((

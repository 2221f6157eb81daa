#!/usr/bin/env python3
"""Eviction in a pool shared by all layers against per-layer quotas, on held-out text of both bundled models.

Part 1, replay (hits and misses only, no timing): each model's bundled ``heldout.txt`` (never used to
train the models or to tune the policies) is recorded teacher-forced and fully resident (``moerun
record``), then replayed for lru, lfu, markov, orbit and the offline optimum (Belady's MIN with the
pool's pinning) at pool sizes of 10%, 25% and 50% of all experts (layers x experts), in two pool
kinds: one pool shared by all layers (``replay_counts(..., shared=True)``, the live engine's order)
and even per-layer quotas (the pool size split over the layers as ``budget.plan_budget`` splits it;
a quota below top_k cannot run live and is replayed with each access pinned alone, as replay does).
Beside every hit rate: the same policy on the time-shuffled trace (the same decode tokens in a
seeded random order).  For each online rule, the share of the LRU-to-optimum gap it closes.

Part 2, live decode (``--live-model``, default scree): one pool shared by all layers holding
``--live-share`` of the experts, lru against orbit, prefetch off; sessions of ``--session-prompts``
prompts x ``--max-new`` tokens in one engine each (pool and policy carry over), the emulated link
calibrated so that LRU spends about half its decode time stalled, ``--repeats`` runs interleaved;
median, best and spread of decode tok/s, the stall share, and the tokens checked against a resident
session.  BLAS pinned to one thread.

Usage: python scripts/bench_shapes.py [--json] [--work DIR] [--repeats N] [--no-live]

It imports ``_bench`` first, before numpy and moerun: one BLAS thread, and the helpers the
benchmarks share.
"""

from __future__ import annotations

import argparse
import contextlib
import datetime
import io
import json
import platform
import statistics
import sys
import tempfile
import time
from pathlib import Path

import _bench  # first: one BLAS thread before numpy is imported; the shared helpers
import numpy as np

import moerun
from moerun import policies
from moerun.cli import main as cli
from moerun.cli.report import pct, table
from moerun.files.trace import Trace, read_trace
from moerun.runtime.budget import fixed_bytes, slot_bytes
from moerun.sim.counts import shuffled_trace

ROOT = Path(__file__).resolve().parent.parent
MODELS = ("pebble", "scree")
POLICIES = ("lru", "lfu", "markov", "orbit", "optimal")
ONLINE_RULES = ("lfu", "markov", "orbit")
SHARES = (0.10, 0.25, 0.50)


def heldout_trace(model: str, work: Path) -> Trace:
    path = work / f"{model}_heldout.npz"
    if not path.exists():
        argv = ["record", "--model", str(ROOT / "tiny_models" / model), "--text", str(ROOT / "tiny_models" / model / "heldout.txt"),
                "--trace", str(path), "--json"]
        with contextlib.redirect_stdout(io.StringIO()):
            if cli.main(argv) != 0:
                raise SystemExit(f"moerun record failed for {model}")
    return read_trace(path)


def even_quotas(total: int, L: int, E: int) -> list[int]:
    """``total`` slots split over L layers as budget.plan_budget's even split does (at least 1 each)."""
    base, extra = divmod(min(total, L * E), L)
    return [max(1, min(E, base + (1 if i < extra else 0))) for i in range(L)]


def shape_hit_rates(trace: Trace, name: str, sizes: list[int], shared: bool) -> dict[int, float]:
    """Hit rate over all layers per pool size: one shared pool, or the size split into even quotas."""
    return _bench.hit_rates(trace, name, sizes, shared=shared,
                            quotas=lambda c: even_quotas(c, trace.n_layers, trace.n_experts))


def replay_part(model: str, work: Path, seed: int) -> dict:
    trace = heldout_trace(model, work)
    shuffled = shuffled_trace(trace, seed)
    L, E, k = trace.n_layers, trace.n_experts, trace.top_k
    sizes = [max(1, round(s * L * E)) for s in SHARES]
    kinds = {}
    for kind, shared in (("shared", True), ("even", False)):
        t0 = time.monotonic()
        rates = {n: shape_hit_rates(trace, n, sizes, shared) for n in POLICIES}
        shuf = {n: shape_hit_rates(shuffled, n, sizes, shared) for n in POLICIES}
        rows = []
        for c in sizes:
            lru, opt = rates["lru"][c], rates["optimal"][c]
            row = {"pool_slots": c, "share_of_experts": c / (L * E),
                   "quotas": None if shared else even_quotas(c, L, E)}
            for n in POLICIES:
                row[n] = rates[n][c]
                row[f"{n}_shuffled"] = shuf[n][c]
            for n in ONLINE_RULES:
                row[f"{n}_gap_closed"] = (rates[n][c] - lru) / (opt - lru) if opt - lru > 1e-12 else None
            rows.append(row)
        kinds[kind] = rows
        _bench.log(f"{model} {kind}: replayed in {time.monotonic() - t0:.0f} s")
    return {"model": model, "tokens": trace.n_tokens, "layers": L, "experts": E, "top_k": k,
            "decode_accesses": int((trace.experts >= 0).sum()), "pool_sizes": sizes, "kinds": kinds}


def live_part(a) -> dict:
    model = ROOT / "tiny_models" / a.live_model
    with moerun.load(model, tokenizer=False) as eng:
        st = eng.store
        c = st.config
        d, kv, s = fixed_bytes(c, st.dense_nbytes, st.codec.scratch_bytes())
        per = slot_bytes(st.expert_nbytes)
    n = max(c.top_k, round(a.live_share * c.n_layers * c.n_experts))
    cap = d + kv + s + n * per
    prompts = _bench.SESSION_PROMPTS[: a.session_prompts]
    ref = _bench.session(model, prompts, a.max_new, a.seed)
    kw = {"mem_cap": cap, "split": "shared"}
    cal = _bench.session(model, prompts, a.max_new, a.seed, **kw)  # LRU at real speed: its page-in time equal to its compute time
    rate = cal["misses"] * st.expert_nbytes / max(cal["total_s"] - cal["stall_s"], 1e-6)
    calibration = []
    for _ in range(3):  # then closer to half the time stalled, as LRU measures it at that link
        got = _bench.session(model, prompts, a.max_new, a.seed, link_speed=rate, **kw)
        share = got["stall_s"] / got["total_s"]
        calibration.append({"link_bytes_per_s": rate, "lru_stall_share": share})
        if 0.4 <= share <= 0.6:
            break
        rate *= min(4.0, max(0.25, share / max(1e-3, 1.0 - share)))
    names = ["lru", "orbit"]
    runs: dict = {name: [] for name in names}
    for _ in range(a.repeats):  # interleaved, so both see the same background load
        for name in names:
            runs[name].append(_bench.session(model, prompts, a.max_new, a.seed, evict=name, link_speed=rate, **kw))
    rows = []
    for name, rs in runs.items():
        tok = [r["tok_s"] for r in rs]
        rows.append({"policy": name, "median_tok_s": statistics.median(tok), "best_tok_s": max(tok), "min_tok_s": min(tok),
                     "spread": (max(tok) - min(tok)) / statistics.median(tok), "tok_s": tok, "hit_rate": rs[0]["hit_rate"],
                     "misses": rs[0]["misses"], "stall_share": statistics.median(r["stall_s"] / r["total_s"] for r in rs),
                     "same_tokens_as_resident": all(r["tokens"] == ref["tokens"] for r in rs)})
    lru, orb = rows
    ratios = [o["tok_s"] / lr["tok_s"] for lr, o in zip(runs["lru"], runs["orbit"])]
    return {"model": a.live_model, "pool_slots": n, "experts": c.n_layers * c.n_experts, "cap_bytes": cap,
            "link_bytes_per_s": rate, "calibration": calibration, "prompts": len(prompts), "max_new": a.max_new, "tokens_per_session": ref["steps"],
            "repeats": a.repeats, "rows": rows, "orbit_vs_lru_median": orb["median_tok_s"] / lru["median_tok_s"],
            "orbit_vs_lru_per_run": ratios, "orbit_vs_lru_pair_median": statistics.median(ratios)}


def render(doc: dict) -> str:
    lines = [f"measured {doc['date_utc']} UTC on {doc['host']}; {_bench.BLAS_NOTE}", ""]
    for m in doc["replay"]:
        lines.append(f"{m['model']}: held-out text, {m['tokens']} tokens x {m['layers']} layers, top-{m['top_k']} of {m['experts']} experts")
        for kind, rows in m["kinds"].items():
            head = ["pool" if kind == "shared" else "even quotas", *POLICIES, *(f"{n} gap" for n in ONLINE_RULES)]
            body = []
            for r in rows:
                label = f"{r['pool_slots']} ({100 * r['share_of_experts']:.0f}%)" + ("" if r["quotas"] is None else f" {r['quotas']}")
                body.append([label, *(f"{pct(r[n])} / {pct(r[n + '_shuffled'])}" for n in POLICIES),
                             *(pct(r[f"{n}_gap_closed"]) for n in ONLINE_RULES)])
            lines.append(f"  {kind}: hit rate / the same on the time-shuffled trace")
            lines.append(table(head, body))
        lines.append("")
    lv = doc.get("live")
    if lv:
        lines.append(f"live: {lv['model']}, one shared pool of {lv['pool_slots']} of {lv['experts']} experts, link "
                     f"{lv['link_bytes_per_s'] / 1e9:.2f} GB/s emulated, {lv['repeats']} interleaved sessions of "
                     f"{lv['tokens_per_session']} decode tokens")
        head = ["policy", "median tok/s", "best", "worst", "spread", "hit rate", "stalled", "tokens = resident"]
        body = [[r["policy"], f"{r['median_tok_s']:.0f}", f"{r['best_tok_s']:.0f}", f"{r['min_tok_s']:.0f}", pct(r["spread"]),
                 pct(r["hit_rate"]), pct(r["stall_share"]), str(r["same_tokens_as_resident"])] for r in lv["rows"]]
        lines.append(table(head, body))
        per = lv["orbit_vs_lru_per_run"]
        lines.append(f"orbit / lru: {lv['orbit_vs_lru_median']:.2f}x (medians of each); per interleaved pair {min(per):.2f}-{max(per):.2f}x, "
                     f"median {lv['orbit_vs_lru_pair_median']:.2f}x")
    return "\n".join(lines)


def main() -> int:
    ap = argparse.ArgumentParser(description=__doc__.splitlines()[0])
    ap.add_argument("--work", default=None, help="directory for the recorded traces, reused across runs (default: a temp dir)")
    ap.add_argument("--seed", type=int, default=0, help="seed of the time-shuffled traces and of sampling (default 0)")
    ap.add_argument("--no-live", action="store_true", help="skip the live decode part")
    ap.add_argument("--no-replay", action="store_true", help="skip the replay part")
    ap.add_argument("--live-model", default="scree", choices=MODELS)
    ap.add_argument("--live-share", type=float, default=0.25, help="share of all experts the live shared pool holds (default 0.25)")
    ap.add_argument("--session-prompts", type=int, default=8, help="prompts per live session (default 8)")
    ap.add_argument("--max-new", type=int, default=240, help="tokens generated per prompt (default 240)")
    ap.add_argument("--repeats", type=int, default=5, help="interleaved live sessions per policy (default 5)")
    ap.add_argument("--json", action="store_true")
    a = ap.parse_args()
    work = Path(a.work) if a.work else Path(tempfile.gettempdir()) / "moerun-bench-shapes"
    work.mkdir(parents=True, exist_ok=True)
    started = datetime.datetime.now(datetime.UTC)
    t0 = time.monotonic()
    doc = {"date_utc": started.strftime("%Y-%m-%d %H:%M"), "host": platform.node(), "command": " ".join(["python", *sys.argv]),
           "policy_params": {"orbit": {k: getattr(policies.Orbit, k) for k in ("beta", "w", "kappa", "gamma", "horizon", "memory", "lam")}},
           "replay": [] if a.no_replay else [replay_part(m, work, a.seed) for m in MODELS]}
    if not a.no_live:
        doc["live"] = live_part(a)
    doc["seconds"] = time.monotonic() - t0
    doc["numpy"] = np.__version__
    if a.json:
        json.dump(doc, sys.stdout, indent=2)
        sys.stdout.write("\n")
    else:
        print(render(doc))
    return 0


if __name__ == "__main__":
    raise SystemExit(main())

))

● TASK BRIEF: Quote the listing above, but only from the line that shows "shuffled = shuffled_trace(trace, seed)" through the line that shows "per = slot_bytes(st.expert_nbytes)".

● FINISHED EXERCISE:
    shuffled = shuffled_trace(trace, seed)
    L, E, k = trace.n_layers, trace.n_experts, trace.top_k
    sizes = [max(1, round(s * L * E)) for s in SHARES]
    kinds = {}
    for kind, shared in (("shared", True), ("even", False)):
        t0 = time.monotonic()
        rates = {n: shape_hit_rates(trace, n, sizes, shared) for n in POLICIES}
        shuf = {n: shape_hit_rates(shuffled, n, sizes, shared) for n in POLICIES}
        rows = []
        for c in sizes:
            lru, opt = rates["lru"][c], rates["optimal"][c]
            row = {"pool_slots": c, "share_of_experts": c / (L * E),
                   "quotas": None if shared else even_quotas(c, L, E)}
            for n in POLICIES:
                row[n] = rates[n][c]
                row[f"{n}_shuffled"] = shuf[n][c]
            for n in ONLINE_RULES:
                row[f"{n}_gap_closed"] = (rates[n][c] - lru) / (opt - lru) if opt - lru > 1e-12 else None
            rows.append(row)
        kinds[kind] = rows
        _bench.log(f"{model} {kind}: replayed in {time.monotonic() - t0:.0f} s")
    return {"model": model, "tokens": trace.n_tokens, "layers": L, "experts": E, "top_k": k,
            "decode_accesses": int((trace.experts >= 0).sum()), "pool_sizes": sizes, "kinds": kinds}


def live_part(a) -> dict:
    model = ROOT / "tiny_models" / a.live_model
    with moerun.load(model, tokenizer=False) as eng:
        st = eng.store
        c = st.config
        d, kv, s = fixed_bytes(c, st.dense_nbytes, st.codec.scratch_bytes())
        per = slot_bytes(st.expert_nbytes)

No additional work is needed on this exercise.